Docker and microservices-related patterns and technologies in general: While
not the silver bullet they're sometimes depicted to be microservices have some
interesting characteristics beyond scalability alone.

Finally, Blockchain-related technologies (and decentralisation at large):
There are interesting potential real-world applications beyond finance (supply
chain management, for instance).

------
dagw
(re)learning modern javascript properly with a focus on writing desktop like
applications and data visualization.

Take my machine learning knowledge from the realm of the
statistical/theoretical and toy problems to the realm of solving real world
problems for paying customers.

I also want to get more into making things and doing things like wood working,
CNC work and interacting with the real world via electronics and
microcontrollers, but that is purely for fun.

------
byoung2
I'very always been a software guy but recently I've been getting into hardware
recently, particularly with the raspberry pi. I built a barbell tilt sensor
using berryIMU and raspberry pi to track my squat technique and analyze it.

For the coming year I'm going to learn more in the IoT space, particularly
getting devices to talk to each other and using machine learning on the
firehose of data.

------
DrNuke
Revising Python from scratch in order to have it as a passepartout for nomadic
gigs until 2020 and beyond.

------
timmm
\- Docker \- Javascript \- D3 \- Node \- Google Compute Engine \- Google NoSQL
data store,

------
eb0la
For my personal projects I am betting on Blockchains and Cloud functions (aws
lambda/azure/etc).

I guess 2017 will be the year of small/no framework projects for me ... just
because I want to ship instead of fight looking for information.

------
miguelrochefort
C#, F#, .NET, Visual Studio, Xamarin, TFS, Azure, TypeScript.

------
Jugurtha
For a small, personal project I'm working on: I'll learn about XMPP, ejabberd,
firebase.

For another small personal project: visualizations (D3.js, especially
treemaps). I'll take data from an ecommerce website and display something like
what MIT's Observatory of Economic Complexity does to give a big picture of
what is selling on that website (categories, products, etc).

My initial idea was for people buying and selling cars having to go through
each posting.
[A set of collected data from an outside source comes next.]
def plan_transect_batches(
    faults: gpd.GeoDataFrame,
    stations: gpd.GeoDataFrame | None,
    transects: gpd.GeoDataFrame,
    *,
    batch_size: int = 16,
    zone: str = "faulted",
    margin_m: float | None = None,
    rake_deg: float | None = None,
    default_dip_deg: float = 60.0,
    dip_range_default_deg: float = 10.0,
    dip_range_attribute_deg: float = 5.0,
    n_draws: int = 1000,
    seed: int = 0,
    detection_throw_m: float | None = None,
    exponent_c: float | None = None,
    d_min_m: float = 0.01,
    d_max_m: float | None = None,
    reproject: bool = False,
) -> list[TransectBatch]:
    """Split :func:`measure_transects` into independent batches of transects.

    What depends on the whole layer is fixed here, once: the default margin
    (half the median spacing of neighbouring crossings over all transects),
    the largest throw of the population (``d_max_m``), the transect ids.
    Each transect then gets the traces that can touch it (those it crosses
    and those beyond its ends, for the ``ends_inside`` flag) and its own
    random stream, seeded from ``seed`` and its position in the layer, so a
    transect's result does not depend on the batch it falls in.

    Parameters
    ----------
    faults, stations, transects
        As for :func:`measure_transects`.
    batch_size : int
        Transects per batch (>= 1).
    zone, margin_m, rake_deg, default_dip_deg, dip_range_default_deg, dip_range_attribute_deg, n_draws, seed,
    detection_throw_m, exponent_c, d_min_m, d_max_m, reproject
        As for :func:`measure_transects`.

    Returns
    -------
    list of TransectBatch
        In transect order; run each with :func:`measure_transect_batch` and
        assemble with :func:`gather_transect_batches`.

    Notes
    -----
    Same method as :func:`measure_transects` (heave summation; Monte Carlo
    over dips and throws; Marrett & Allmendinger 1992 correction). The
    random draws differ from one call of :func:`measure_transects` on the
    whole layer (each transect has its own stream), not their distribution.
    """
    _validate_params(
        zone, margin_m, n_draws, seed, dip_range_default_deg, dip_range_attribute_deg,
        default_dip_deg, rake_deg, d_min_m,
    )
    if isinstance(batch_size, bool) or int(batch_size) != batch_size or batch_size < 1:
        raise ParameterError(f"batch_size must be a whole number >= 1, got {batch_size!r}.")
    fid, fgeoms = _check_faults(faults)
    transects = _in_faults_crs(transects, faults, "transects", "LineStrings", reproject=reproject)
    tr, tid, tgeoms, tlen = _transect_lines(transects)
    nt = len(tgeoms)
    if nt == 0:
        return []
    crossings = None
    if margin_m is None and zone == "faulted":
        crossings = _crossing_positions(tgeoms, fgeoms)
        ti, _, t_pos, _ = crossings
        gaps = np.diff(t_pos)[ti[1:] == ti[:-1]] if len(ti) > 1 else np.zeros(0)
        gaps = gaps[gaps > 0]
        margin_m = 0.5 * float(np.median(gaps)) if gaps.size else 0.0
    if d_max_m is None and detection_throw_m is not None and exponent_c is not None and np.isfinite(detection_throw_m):
        mt = _col(faults, "max_throw_m", np.nan)
        if np.isfinite(mt).any():
            d_max_m = float(np.nanmax(mt))
        else:
            if crossings is None:
                crossings = _crossing_positions(tgeoms, fgeoms)
            _, fi, _, parts = crossings
            f_dist = shapely.line_locate_point(fgeoms[fi], parts)
            throw = throw_at(faults, stations, fi, f_dist)[0] if len(fi) else np.zeros(0)
            d_max_m = float(np.nanmax(throw)) if np.isfinite(throw).any() else np.nan
    # traces that can touch each transect: crossed, or beyond an end along the end segment
    fcols = [k for k in _BATCH_FAULT_COLS if k in faults.columns]
    f = gpd.GeoDataFrame(faults[fcols + [faults.geometry.name]], geometry=faults.geometry.name, crs=faults.crs)
    f = f.reset_index(drop=True)
    touch: list[np.ndarray] = [np.zeros(0, dtype=np.int64)] * nt
    if len(fgeoms):
        b = np.vstack([shapely.total_bounds(fgeoms), shapely.total_bounds(tgeoms)])
        reach = 2.0 * np.hypot(b[:, 2].max() - b[:, 0].min(), b[:, 3].max() - b[:, 1].min()) + 1.0
        rs, re_ = _end_rays(tgeoms, reach)
        tree = shapely.STRtree(fgeoms)
        qs = [tree.query(g, predicate="intersects") for g in (tgeoms, rs, re_)]
        qt = np.concatenate([q[0] for q in qs])
        qf = np.concatenate([q[1] for q in qs])
        pairs = np.unique(np.c_[qt, qf], axis=0) if len(qt) else np.zeros((0, 2), dtype=np.int64)
        starts = np.searchsorted(pairs[:, 0], np.arange(nt + 1))
        touch = [pairs[starts[k]:starts[k + 1], 1] for k in range(nt)]
    st = None
    if stations is not None and len(stations):
        scols = [k for k in _BATCH_STATION_COLS if k in stations.columns]
        st = pd.DataFrame(stations[scols]) if "dist_m" in stations.columns else stations[scols + [stations.geometry.name]]
    options = dict(
        zone=zone, margin_m=margin_m, rake_deg=rake_deg, default_dip_deg=default_dip_deg,
        dip_range_default_deg=dip_range_default_deg, dip_range_attribute_deg=dip_range_attribute_deg,
        n_draws=int(n_draws), seed=int(seed), detection_throw_m=detection_throw_m, exponent_c=exponent_c,
        d_min_m=d_min_m, d_max_m=d_max_m,
    )
    batches = []
    for s in range(0, nt, int(batch_size)):
        ks = np.arange(s, min(s + int(batch_size), nt))
        rows = np.unique(np.concatenate([touch[k] for k in ks])).astype(np.int64)
        sub = f.iloc[rows].reset_index(drop=True)
        sst = None
        if st is not None:
            sst = st[np.isin(st["fault_id"].to_numpy(), sub["fault_id"].to_numpy())].reset_index(drop=True)
        batches.append(
            TransectBatch(
                faults=sub,
                stations=sst,
                transects=tr.iloc[ks],
                positions=tuple(int(k) for k in ks),
                fault_ids=tuple(tuple(fid[touch[k]].tolist()) for k in ks),
                options=options,
            )
        )
    return batches


def transect_seed(seed: int, position: int) -> int:
    """Seed of one transect's random stream: from the layer's seed and the transect's position.

    Uses :class:`numpy.random.SeedSequence` (independent, reproducible
    streams from (seed, position); numpy's documented way to spawn streams).
    """
    return int(np.random.SeedSequence([int(seed), int(position)]).generate_state(1, dtype=np.uint32)[0])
Instead of doing that, it would be cool to show a scatter plot
of postings which would make it easier to detect a good deal.. I'll probably
add features like setting alerts for certain parameters and receiving an
SMS/email notification if a car matching that shows up.
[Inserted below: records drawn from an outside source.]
def slip_rates(
    faults: gpd.GeoDataFrame,
    *,
    fault_ids: list[int] | tuple[int, ...] | None = None,
    throw_field: str = "max_throw_m",
    age_rel_err: float = 0.2,
    age_abs_err_ka: float | None = None,
    dip_range_deg: float = 10.0,
    n_draws: int = 10000,
    seed: int = 0,
    max_age_ka: float = 5000.0,
    max_rate_mm_yr: float = 20.0,
    min_rate_mm_yr: float = 0.001,
    event_displacement_m: float | np.ndarray | None = None,
    magnitude_for_displacement: np.ndarray | None = None,
) -> tuple[pd.DataFrame, list[str]]:
    """Slip rates (with Monte Carlo percentiles) and recurrence intervals.

    Parameters
    ----------
    faults : geopandas.GeoDataFrame
        Faults with ``fault_id``, ``dip_deg``, ``surface_age_ka``, the throw
        field and ``max_throw_err_m``; optional ``surface_age_err_ka``.
    fault_ids : sequence of int, optional
        Screen these faults instead of those marked active.
    throw_field : str, optional
        Cumulative throw used: ``max_throw_m`` (default) or ``mean_throw_m``.
    age_rel_err : float, optional
        Relative 1-sigma age error (default 0.2) for faults without
        ``surface_age_err_ka`` and when ``age_abs_err_ka`` is not set.
    age_abs_err_ka : float, optional
        Absolute 1-sigma age error, ka (overrides ``age_rel_err``).
    dip_range_deg : float, optional
        Half-width of the uniform dip range drawn, degrees (default 10;
        common practice: +-10-15 degrees for an unknown normal-fault dip).
        A fault's own ``dip_min_deg`` / ``dip_max_deg`` (a range or triple
        in the traces' dip field, read by ``prepare``) replace it.
    n_draws, seed : int, optional
        Monte Carlo draws per fault and random seed.
    max_age_ka : float, optional
        Ages above this (ka) are flagged ``age_suspect``: probably given
        in years (default 5000 ka).
    max_rate_mm_yr, min_rate_mm_yr : float, optional
        Median vertical rates outside this range are flagged ``rate_high`` /
        ``rate_low`` (implausible for a mapped scarp: check the age units).
    event_displacement_m : float or array, optional
        Characteristic single-event displacement, m (scalar or one value per
        screened fault). Where unknown, the median of Wells & Coppersmith
        (1994) normal log10(AD) = -4.45 + 0.63 M (from memory) at
        ``magnitude_for_displacement`` is used, with its scatter (0.33 log10
        units) drawn in the Monte Carlo.
    magnitude_for_displacement : array, optional
        One magnitude per screened fault (e.g. ``mag_preferred``); without
        it and without ``event_displacement_m`` no recurrence is given.

    Returns
    -------
    table : pandas.DataFrame
        One row per screened fault: ``fault_id``, ``throw_used_m``,
        ``age_used_ka``, ``age_err_used_ka``, ``slip_rate_{vert,horiz,net}_mm_yr``
        (median) with ``_p16_`` / ``_p84_`` percentiles, ``rate_flag``
        (``ok``, ``no_age``, ``no_throw``, ``age_suspect``, ``rate_high``,
        ``rate_low``; several joined by ``;``), ``event_displacement_m``,
        ``event_displacement_source``, ``recurrence_yr`` (median),
        ``recurrence_p16_yr``, ``recurrence_p84_yr``.
    warnings : list of str

    Raises
    ------
    InputError
        A screened fault has a zero or negative ``surface_age_ka``.

    Notes
    -----
    Slip rate = displacement / age of the offset surface; recurrence =
    single-event displacement / net slip rate (definitions). 1 m / 1 ka =
    1 mm/yr. The Wells & Coppersmith displacement is the surface slip in one
    event, so recurrence uses the net dip-slip rate.
    """
    if throw_field not in ("max_throw_m", "mean_throw_m"):
        raise ParameterError("throw_field must be 'max_throw_m' or 'mean_throw_m'")
    if age_rel_err < 0 or (age_abs_err_ka is not None and age_abs_err_ka < 0):
        raise ParameterError("age errors must be >= 0")
    if not (0 <= dip_range_deg <= 45):
        raise ParameterError("dip_range_deg must be between 0 and 45")
    if n_draws < 100:
        raise ParameterError("n_draws must be >= 100 for stable percentiles")
    _require(faults, ("fault_id", "dip_deg"), "slip rates")
    sel, ids, warns = _selected(faults, fault_ids)
    sel, w_morph = morphologic_age_fallback(sel)  # scarp-degradation ages where none is given
    warns += w_morph
    n = len(sel)

    age = _col(sel, "surface_age_ka")
    if "surface_age_ka" not in sel.columns and n:
        warns.append("faults layer has no 'surface_age_ka' field: slip rates and recurrence skipped for all faults; magnitudes still given")
    bad = np.isfinite(age) & (age <= 0)
    if bad.any():
        raise InputError(
            f"fault(s) {_ids_text(ids[bad])}: surface_age_ka must be > 0 (got {age[bad][0]:g}); fix the age (in ka)"
        )
    no_age = ~np.isfinite(age)
    if no_age.any() and "surface_age_ka" in sel.columns:
        warns.append(
            f"fault(s) {_ids_text(ids[no_age])}: no surface_age_ka, slip rate and recurrence skipped; magnitudes still given"
        )
    throw = _col(sel, throw_field)
    if throw_field not in sel.columns and n:
        warns.append(f"faults layer has no '{throw_field}' field (run the throw tool): slip rates skipped")
    no_throw = ~np.isfinite(throw) | (throw <= 0)
    nt = no_throw & ~no_age
    if nt.any() and throw_field in sel.columns:
        warns.append(f"fault(s) {_ids_text(ids[nt])}: no positive {throw_field}, slip rate and recurrence skipped")
    terr = _col(sel, "max_throw_err_m")
    if throw_field == "mean_throw_m" and "mean_throw_err_m" in sel.columns:
        terr = _col(sel, "mean_throw_err_m")
    miss_err = ~np.isfinite(terr) & ~no_throw & ~no_age
    if miss_err.any():
        warns.append(f"fault(s) {_ids_text(ids[miss_err])}: no throw error, throw treated as exact in the Monte Carlo")
    aerr = _col(sel, "surface_age_err_ka")
    default_err = age * age_rel_err if age_abs_err_ka is None else np.full(n, float(age_abs_err_ka))
    aerr = np.where(np.isfinite(aerr) & (aerr >= 0), aerr, default_err)

    ok = ~no_age & ~no_throw
    dip = _col(sel, "dip_deg")
    cols: dict[str, np.ndarray] = {}
    # single-event displacement for the recurrence (warnings about it come after the rate flags)
    ev = np.full(n, np.nan)
    if event_displacement_m is not None:
        ev = np.broadcast_to(np.asarray(event_displacement_m, float), (n,)).copy()
        if np.any(np.isfinite(ev) & (ev <= 0)):
            raise ParameterError("event_displacement_m must be > 0")
    src = np.where(np.isfinite(ev), "user", "")
    rel = get_relation("ad_on_m_wc94")
    mag = np.full(n, np.nan) if magnitude_for_displacement is None else np.asarray(magnitude_for_displacement, float)
    use_rel = ~np.isfinite(ev) & np.isfinite(mag)
    ev = np.where(use_rel, displacement_from_magnitude(mag, key=rel.key), ev)
    src = np.where(use_rel, rel.key, src)
    rec = np.full((3, n), np.nan)
    has_rec = ok & np.isfinite(ev)
    # like with like: the average displacement per event over the mean slip rate along the fault. With
    # slip rates from the maximum throw, the mean rate is the maximum rate times mean/max throw (about 0.8
    # for an elliptical profile); without a mean throw the maximum rate is used and the basis says so.
    rate_scale = np.ones(n)
    basis = np.full(n, "average event displacement / mean slip rate", dtype=object)
    if throw_field == "max_throw_m":
        mean_t = _col(sel, "mean_throw_m")
        ratio = mean_t / throw
        good = np.isfinite(ratio) & (ratio > 0) & (ratio <= 1)
        rate_scale = np.where(good, ratio, 1.0)
        basis = np.where(good, basis, "average event displacement / slip rate at the maximum throw (no mean throw)")
    basis = np.where(has_rec, basis, "")
    pct = {comp: np.full((3, n), np.nan) for comp in ("vert", "horiz", "net")}
    if n:
        # the draws, block by block of faults (the same values as drawing all at once; bounded memory)
        rng_rec = np.random.default_rng(None if seed is None else seed + 1) if has_rec.any() else None
        logd_mean = np.log10(np.where(np.isfinite(ev), ev, 1.0))[:, None]
        logd_sigma = np.where(use_rel, rel.sigma, 0.0)[:, None]
        for b, draws in _draw_chunks(
            np.where(ok, throw, np.nan), terr, np.where(ok, age, 1.0), aerr, np.where(np.isfinite(dip), dip, 60.0),
            dip_range_deg=dip_range_deg, n_draws=n_draws, seed=seed,
            dip_min_deg=_col(sel, "dip_min_deg"), dip_max_deg=_col(sel, "dip_max_deg"),
        ):
            rows = np.arange(b.start, b.stop)
            keep = ok[b]  # the other rows' percentiles are not reported
            if keep.any():
                for comp in pct:
                    pct[comp][:, rows[keep]] = np.percentile(draws[comp][keep], _PCT, axis=1)
            if rng_rec is not None:
                logd = logd_mean[b] + logd_sigma[b] * rng_rec.standard_normal((b.stop - b.start, n_draws))
                keep = has_rec[b]
                if keep.any():
                    with np.errstate(divide="ignore", invalid="ignore"):
                        net = draws["net"][keep] * rate_scale[b][keep][:, None]
                        r = (10.0 ** logd[keep]) * 1000.0 / net  # m / (mm/yr) * 1000 = yr
                    rec[:, rows[keep]] = np.percentile(r, _PCT, axis=1)
        if rng_rec is not None:
            rec[:, ~has_rec] = np.nan
    for comp, p in pct.items():
        p[:, ~ok] = np.nan
        cols[f"slip_rate_{comp}_mm_yr"] = p[1]
        cols[f"slip_rate_{comp}_p16_mm_yr"] = p[0]
        cols[f"slip_rate_{comp}_p84_mm_yr"] = p[2]

    # ---- flags -------------------------------------------------------------
    flags = [[] for _ in range(n)]
    for i in range(n):
        if no_age[i]:
            flags[i].append("no_age")
        elif no_throw[i]:
            flags[i].append("no_throw")
    vmed = cols["slip_rate_vert_mm_yr"]
    suspect = np.isfinite(age) & (age > max_age_ka)
    high = np.isfinite(vmed) & (vmed > max_rate_mm_yr)
    low = np.isfinite(vmed) & (vmed < min_rate_mm_yr)
    for i in np.flatnonzero(suspect):
        flags[i].append("age_suspect")
        warns.append(
            f"fault {ids[i]}: surface_age_ka {age[i]:g} ka is above {max_age_ka:g} ka, "
            "too old for a mapped scarp: was the age given in years? (rate_flag age_suspect)"
        )
    for i in np.flatnonzero(high):
        flags[i].append("rate_high")
        warns.append(
            f"fault {ids[i]}: vertical slip rate {vmed[i]:.3g} mm/yr is above {max_rate_mm_yr:g} mm/yr, "
            "implausible for a mapped normal-fault scarp: check surface_age_ka (ka) and the throw (rate_flag rate_high)"
        )
    for i in np.flatnonzero(low):
        flags[i].append("rate_low")
        warns.append(
            f"fault {ids[i]}: vertical slip rate {vmed[i]:.3g} mm/yr is below {min_rate_mm_yr:g} mm/yr: "
            "was surface_age_ka given in years instead of ka? (rate_flag rate_low)"
        )
    rate_flag = [";".join(f) if f else "ok" for f in flags]

    # ---- recurrence (drawn above with the rates) -------------------------------
    if (use_rel & ok).any():
        warns += range_warnings(
            rel.key, mag[use_rel & ok], labels=[f"fault {i} (recurrence)" for i in ids[use_rel & ok]]
        )

    table = pd.DataFrame(
        {
            "fault_id": ids,
            "throw_used_m": np.where(ok, throw, np.nan),
            "age_used_ka": age,
            "age_err_used_ka": np.where(np.isfinite(age), aerr, np.nan),
            "age_source": sel["age_source"].to_numpy(dtype=object),
            **cols,
            "rate_flag": rate_flag,
            "event_displacement_m": ev,
            "event_displacement_source": src,
            "recurrence_yr": rec[1],
            "recurrence_p16_yr": rec[0],
            "recurrence_p84_yr": rec[2],
            "recurrence_basis": basis,
        }
    )
    return table, _compact(warns)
The site doesn't have an API, so I'll have to get the data by crawling it
(Scrapy and Beautifulsoup).. They do use schema.org/Product, though. So it'll
simplify things. What would complicate is that many people don't know how to
use currency properly (we use cents in usual parlance, and the unit in formal
postings. Many can't do the transition).

[https://github.com/jhadjar/krawlr](https://github.com/jhadjar/krawlr)

I'm following a course (Statistical Learning,
[https://lagunita.stanford.edu/courses/HumanitiesSciences/Sta...](https://lagunita.stanford.edu/courses/HumanitiesSciences/StatLearning/Winter2016/about))

Other than that, I'm learning React and looking into options to do a custom
app for a friend using Bootstrap's dashboard stuff and React instead of Odoo
which he finds cumbersome (he has a very small business).

I've been looking at Learning Management Systems because it'd be cool to
propose a course in the local language for high-schoolers here according to
the national program. Most don't speak English. I'm hesitating between this
and doing something like Duolingo but for maths where you could solve problems
by writing equations which would be _interpreted and evaluated_ by the system
(thus looking into SymPy).

I'm currently unemployed and there are no jobs so I have time, but it's
structure and discipline that is the hardest to achieve. Maybe I could use the
React/Bootstrap dash/Electron to make custom apps for local businesses. If I
had a bit of money, I'd really want to experiment with Hydroponics.

I'm also in contact with local model airplane enthusiasts and looking into
ways to streamline the process of creation (build an app they'd use to make it
easier for them to make airplanes, maybe add simulations).

------
miguelrochefort
Datalog, Prolog, Mercury, Eve, RDF/OWL, SparQL, etc.

Fifth generation computing is coming.

------
silvaben
Elixir/Phoenix, Vue.js & ES6.